§ Requirement
Repeat only what appears from the line containing "fit's column order" through the last line of the listing below, exactly as written.

○ ○ ○ ○ ○ ○ ○

// ridgecal: the GUM uncertainty budget of an extended fit (multi_input_fit.hpp).
//
// The same components as for the 1-D curve (uncertainty.hpp), all in reference
// units, added in quadrature:
//  * fit residual: s = sqrt(sum e_i^2 / (n - df)), e_i = predicted - reference
//    of the training points, df the effective number of parameters (Type A);
//  * fit coefficients: u_fit(x, a), the standard deviation of the fitted model
//    at reading x and aux value a. The design row is SurfaceModel::basis_row at
//    the scaled inputs (t, s) of the terms other than (0,0), centred on the
//    training means when there is an intercept (exactly the fit's design):
//      Var(v(x, a)) = sigma_v^2 (1/n + w' diag(g_j^2) w),  w = V'(row - mean),
//      g_j = s_j / (s_j^2 + n lambda)   (ridge sandwich form; least squares at lambda = 0),
//    sigma_v the residual SD of the fitted output v (the transformed reference),
//    and u_fit = |d reference / d v| * sqrt(Var(v)) through the inverse
//    reference transform (1 without a reference transform);
//  * reference standard: U_ref / k_ref (Type B, normal);
//  * reading resolution: |d reference / d reading| * r / (2 sqrt 3) through the
//    whole transform chain (central difference), rectangular (Type B).
// U(x, a) = k sqrt(s^2 + u_fit^2 + u_ref^2 + u_res^2). The headline `expanded`
// takes the largest of each component over a grid of the calibrated region
// (band_points readings x aux_points aux values, corners included), so it
// bounds U(x, a) there. The record's `band` holds, at each of band_points
// readings, the largest U over the calibrated aux range (and predicted at the
// middle of that range); guarded acceptance uses U at each point itself.
#pragma once

#include <Eigen/Dense>
#include <string>
#include <vector>

#include "ridgecal/calibration.hpp"
#include "ridgecal/uncertainty.hpp"

namespace ridgecal {

/// Leverages and model variances of an extended fit, rebuilt from its training
/// points and its model (cal.surface).
class SurfaceCovariance {
 public:
  /// Precondition: cal.surface is set.
  explicit SurfaceCovariance(const Calibration& cal);
  bool ok() const { return ok_; }  ///< false without training points or without terms beyond (0,0)
  std::size_t n() const { return n_; }  ///< training points
  double effective_parameters() const {
    return df_;
  }  ///< intercept + sum of s_j^2/(s_j^2 + n lambda)
  double dof() const { return static_cast<double>(n_) - df_; }
  double residual_sd() const { return sigma_ref_; }  ///< reference units; NaN when n <= df
  double residual_sd_fitted() const {
    return sigma_v_;
  }  ///< in the fitted output v; NaN when n <= df
  /// Var(v(x, a)) / sigma_v^2 (NaN outside the transforms' domain).
  double variance_factor(double reading, double aux) const;
  /// Leverage of a training point at (reading, aux): the hat-matrix diagonal.
  double leverage(double reading, double aux) const;
  /// |d reference / d v| at (reading, aux): 1 without a reference transform.
  double output_sensitivity(double reading, double aux) const;
  /// Standard deviation of the fitted model at (reading, aux), reference units.
  double u_fit(double reading, double aux) const;
  const SurfaceModel& model() const { return model_; }

 private:
  bool projected(double reading, double aux, Eigen::VectorXd& w) const;
  SurfaceModel model_;
  bool ok_ = false;
  bool intercept_ = true;
  std::size_t n_ = 0;
  double lambda_ = 0.0, df_ = 0.0, sigma_ref_ = 0.0, sigma_v_ = 0.0;
  std::vector<Term> cols_;  ///< the terms other than (0,0), in the fit's column order
  Eigen::RowVectorXd mean_;
  Eigen::MatrixXd V_;
  Eigen::VectorXd s_;
  int rank_ = 0;
};

/// The budget of an extended fit, evaluated anywhere in (reading, aux).
class SurfaceUncertainty {
 public:
  /// Preconditions: cal.surface is set; options.validate() is empty.
  SurfaceUncertainty(const Calibration& cal, const UncertaintyOptions& options,
                     int aux_points = 11);
  const SurfaceCovariance& covariance() const { return cov_; }
  /// |d reference / d reading| through the transform chain (central difference).
  double reading_sensitivity(double reading, double aux) const;
  double combined_at(double reading, double aux) const;  ///< combined standard uncertainty
  double expanded_at(double reading, double aux) const;  ///< k * combined_at
  const UncertaintyBudget& budget() const { return budget_; }

 private:
  UncertaintyOptions options_;
  SurfaceCovariance cov_;
  double s_ = 0.0, u_ref_ = 0.0;
  UncertaintyBudget budget_;
};

}  // namespace ridgecal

○ ○ ○ ○ ○ ○ ○

§ Answer to this problem
  std::vector<Term> cols_;  ///< the terms other than (0,0), in the fit's column order
  Eigen::RowVectorXd mean_;
  Eigen::MatrixXd V_;
  Eigen::VectorXd s_;
  int rank_ = 0;
};

/// The budget of an extended fit, evaluated anywhere in (reading, aux).
class SurfaceUncertainty {
 public:
  /// Preconditions: cal.surface is set; options.validate() is empty.
  SurfaceUncertainty(const Calibration& cal, const UncertaintyOptions& options,
                     int aux_points = 11);
  const SurfaceCovariance& covariance() const { return cov_; }
  /// |d reference / d reading| through the transform chain (central difference).
  double reading_sensitivity(double reading, double aux) const;
  double combined_at(double reading, double aux) const;  ///< combined standard uncertainty
  double expanded_at(double reading, double aux) const;  ///< k * combined_at
  const UncertaintyBudget& budget() const { return budget_; }

 private:
  UncertaintyOptions options_;
  SurfaceCovariance cov_;
  double s_ = 0.0, u_ref_ = 0.0;
  UncertaintyBudget budget_;
};

}  // namespace ridgecal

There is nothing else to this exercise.